Although the findings of this study are encouraging, it is important to acknowledge certain limitations. The first limitation pertains to the source of the data. The data were gathered from one medical institution only. This fact could restrict the ability to apply the results to other areas or groups of people.

In addition, the design of the study did not account for every possible risk factor associated with acute mastitis. Subsequent research endeavors should investigate additional potential risk factors. These could include genetic tendencies, exposure to environmental factors, and lifestyle choices. As a result, the predictive model developed may not encompass all variables that affect the start of the disease. Consequently, it is necessary to validate the model in larger and more varied populations. This step is crucial to evaluate how widely applicable the model is.
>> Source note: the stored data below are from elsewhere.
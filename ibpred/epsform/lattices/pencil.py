"""A system d/dx - N(x)/D(x) at numeric eps modulo a prime, and its changes of basis."""

from __future__ import annotations

from collections.abc import Sequence
from dataclasses import dataclass
from typing import Any

import flint

ModularPolynomial = Any  # flint.nmod_poly
ModularMatrix = Any  # flint.nmod_mat
PolynomialMatrix = tuple[tuple[ModularPolynomial, ...], ...]


@dataclass(frozen=True)
class Pencil:
    """``y' = (numerators / denominator) y`` over F_p(x), without common factor at the points of interest."""

    prime: int
    numerators: PolynomialMatrix
    denominator: ModularPolynomial

    @property
    def size(self) -> int:
        return len(self.numerators)


@dataclass(frozen=True)
class Frame:
    """A basis over F_p(x): columns ``numerators / denominator``, and the inverse matrix likewise."""

    prime: int
    numerators: PolynomialMatrix
    denominator: ModularPolynomial
    inverse_numerators: PolynomialMatrix
    inverse_denominator: ModularPolynomial


def constant(value: int, prime: int) -> ModularPolynomial:
    """A constant polynomial."""
    return flint.nmod_poly([value % prime], prime)


def shift(point: int, prime: int) -> ModularPolynomial:
    """The polynomial ``x - point``."""
    return flint.nmod_poly([-point % prime, 1], prime)


def unit_frame(size: int, prime: int) -> Frame:
    """The basis one starts with."""
    one, zero = constant(1, prime), constant(0, prime)
    unit = tuple(tuple(one if i == j else zero for j in range(size)) for i in range(size))
    return Frame(prime, unit, one, unit, one)


def times_constant(left: PolynomialMatrix, right: ModularMatrix) -> PolynomialMatrix:
    """Polynomial matrix times a matrix of constants."""
    size = right.ncols()
    table = right.table()
    prime = int(right.modulus())
    found = []
    for row in left:
        new = []
        for j in range(size):
            total = flint.nmod_poly([], prime)
            for k, entry in enumerate(row):
                factor = table[k][j]
                if int(factor) and entry:
                    total = total + entry * int(factor)
            new.append(total)
        found.append(tuple(new))
    return tuple(found)


def transposed(matrix: PolynomialMatrix) -> PolynomialMatrix:
    """Transposed polynomial matrix."""
    return tuple(zip(*matrix, strict=True))


def constant_times(left: ModularMatrix, right: PolynomialMatrix) -> PolynomialMatrix:
    """A matrix of constants times a polynomial matrix."""
    return transposed(times_constant(transposed(right), left.transpose()))


def order_at(polynomial: ModularPolynomial, point: int, prime: int) -> int:
    """Multiplicity of a root (of a nonzero polynomial)."""
    factor, count = shift(point, prime), 0
    while int(polynomial(point)) == 0:
        polynomial, count = polynomial // factor, count + 1
    return count


def cancelled(pencil: Pencil, point: int) -> Pencil:
    """The same system without the common factors ``x - point``."""
    prime, numerators, denominator = pencil.prime, pencil.numerators, pencil.denominator
    factor = shift(point, prime)
    while int(denominator(point)) == 0 and all(int(e(point)) == 0 for row in numerators for e in row):
        denominator = denominator // factor
        numerators = tuple(tuple(e // factor for e in row) for row in numerators)
    return Pencil(prime, numerators, denominator)


def pole_order(pencil: Pencil, point: int) -> int:
    """Order of the pole at a point (of a system with no common factor there)."""
    return order_at(pencil.denominator, point, pencil.prime)


def leading_matrix(pencil: Pencil, point: int) -> ModularMatrix:
    """Coefficient of ``(x - point)^(-order)`` at a pole."""
    prime = pencil.prime
    rest, factor = pencil.denominator, shift(point, prime)
    while int(rest(point)) == 0:
        rest = rest // factor
    scale = pow(int(rest(point)), -1, prime)
    values = [int(e(point)) * scale % prime for row in pencil.numerators for e in row]
    return flint.nmod_mat(pencil.size, pencil.size, values, prime)


def sheared(pencil: Pencil, basis: ModularMatrix, count: int, power: int, point: int) -> Pencil:
    """The system in the basis ``S diag((x - point)^power, ..., 1, ...)``.

    Parameters
    ----------
    basis
        S, an invertible matrix of constants.
    count
        The first `count` vectors of S are multiplied by the power.
    power
        +1 or -1.
    """
    prime = pencil.prime
    factor = shift(point, prime)
    numerators = constant_times(basis.inv(), times_constant(pencil.numerators, basis))
    denominator = pencil.denominator
    # everything is brought over denominator * (x - point): entries that gain a pole stay as they are
    rows = []
    for i, row in enumerate(numerators):
        new = []
        for j, entry in enumerate(row):
            gain = power * ((j < count) - (i < count)) + 1
            value = entry * factor**gain if gain else entry
            if i == j and i < count:
                value = value - denominator * power
            new.append(value)
        rows.append(tuple(new))
    return cancelled(Pencil(prime, tuple(rows), denominator * factor), point)


def sheared_frame(frame: Frame, basis: ModularMatrix, count: int, power: int, point: int) -> Frame:
    """The basis after the same step as `sheared`."""
    factor = shift(point, frame.prime)
    columns = times_constant(frame.numerators, basis)
    rows = constant_times(basis.inv(), frame.inverse_numerators)
    denominator, inverse_denominator = frame.denominator, frame.inverse_denominator
    moved, fixed = (factor, None) if power > 0 else (None, factor)
    new = tuple(tuple(_times(e, moved if j < count else fixed) for j, e in enumerate(row)) for row in columns)
    moved, fixed = fixed, moved
    inverse = tuple(
        tuple(_times(e, moved if i < count else fixed) for e in row) for i, row in enumerate(rows)
    )
    if power < 0:
        denominator = denominator * factor
    else:
        inverse_denominator = inverse_denominator * factor
    return Frame(frame.prime, new, denominator, inverse, inverse_denominator)


def _times(entry: ModularPolynomial, factor: ModularPolynomial | None) -> ModularPolynomial:
    return entry if factor is None else entry * factor


def at_infinity(pencil: Pencil) -> Pencil:
    """The system in ``y = 1/x``: ``-(1/y^2) A(1/y)``."""
    prime = pencil.prime
    top = max((e.degree() for row in pencil.numerators for e in row), default=0)
    top = max(top, 0)
    bottom = pencil.denominator.degree()
    numerators = tuple(tuple(-e.reverse(top) if e else e for e in row) for row in pencil.numerators)
    denominator = pencil.denominator.reverse(bottom)
    power = bottom - top - 2
    monomial = shift(0, prime)
    if power >= 0:
        numerators = tuple(tuple(e * monomial**power for e in row) for row in numerators)
    else:
        denominator = denominator * monomial**-power
    return cancelled(Pencil(prime, numerators, denominator), 0)


def column_space(matrix: ModularMatrix) -> list[list[int]]:
    """A basis of the image, as lists of residues, in reduced echelon form."""
    reduced, rank = matrix.transpose().rref()
    return [[int(e) for e in row] for row in reduced.tolist()[:rank]]


def kernel(matrix: ModularMatrix) -> list[list[int]]:
    """A basis of the null space, as lists of residues."""
    vectors, nullity = matrix.nullspace()
    return [[int(vectors[i, j]) for i in range(vectors.nrows())] for j in range(nullity)]


def completed(vectors: Sequence[Sequence[int]], size: int, prime: int) -> ModularMatrix:
    """An invertible matrix whose first columns are the given independent vectors, then unit vectors."""
    rows = [list(v) for v in vectors]
    units = [[int(i == j) for j in range(size)] for i in range(size)]
    trial = flint.nmod_mat(len(rows) + size, size, [e for row in [*rows, *units] for e in row], prime)
    echelon = trial.transpose().rref()[0]
    columns, row = [], 0
    for j in range(trial.nrows()):
        if row < size and int(echelon[row, j]):
            columns.append(j)
            row += 1
    chosen = [[*rows, *units][j] for j in columns]
    return flint.nmod_mat(size, size, [e for r in chosen for e in r], prime).transpose()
Moreover, subsequent research endeavors should investigate additional potential risk factors. These could include genetic tendencies, exposure to environmental factors, and lifestyle choices. Such exploration could refine and improve the model’s predictive power.

Conclusion

This study applied machine learning techniques to successfully construct a prediction model for acute mastitis in lactating women, providing important references for clinical practice and scientific research. The research identified age, nipple fissures, CRP, neutrophils, and WBC as the five key predictive indicators. However, the biomarkers used in the current model are only measured during routine postpartum examinations and diagnosis, which may limit the model’s predictive ability before the onset of clinical symptoms. Future studies should further optimize the model based on multicenter, large-sample data and explore the temporal dynamic changes of these biomarkers before symptom occurrence, so as to enhance the early predictive value of the model and the accuracy of its practical clinical application.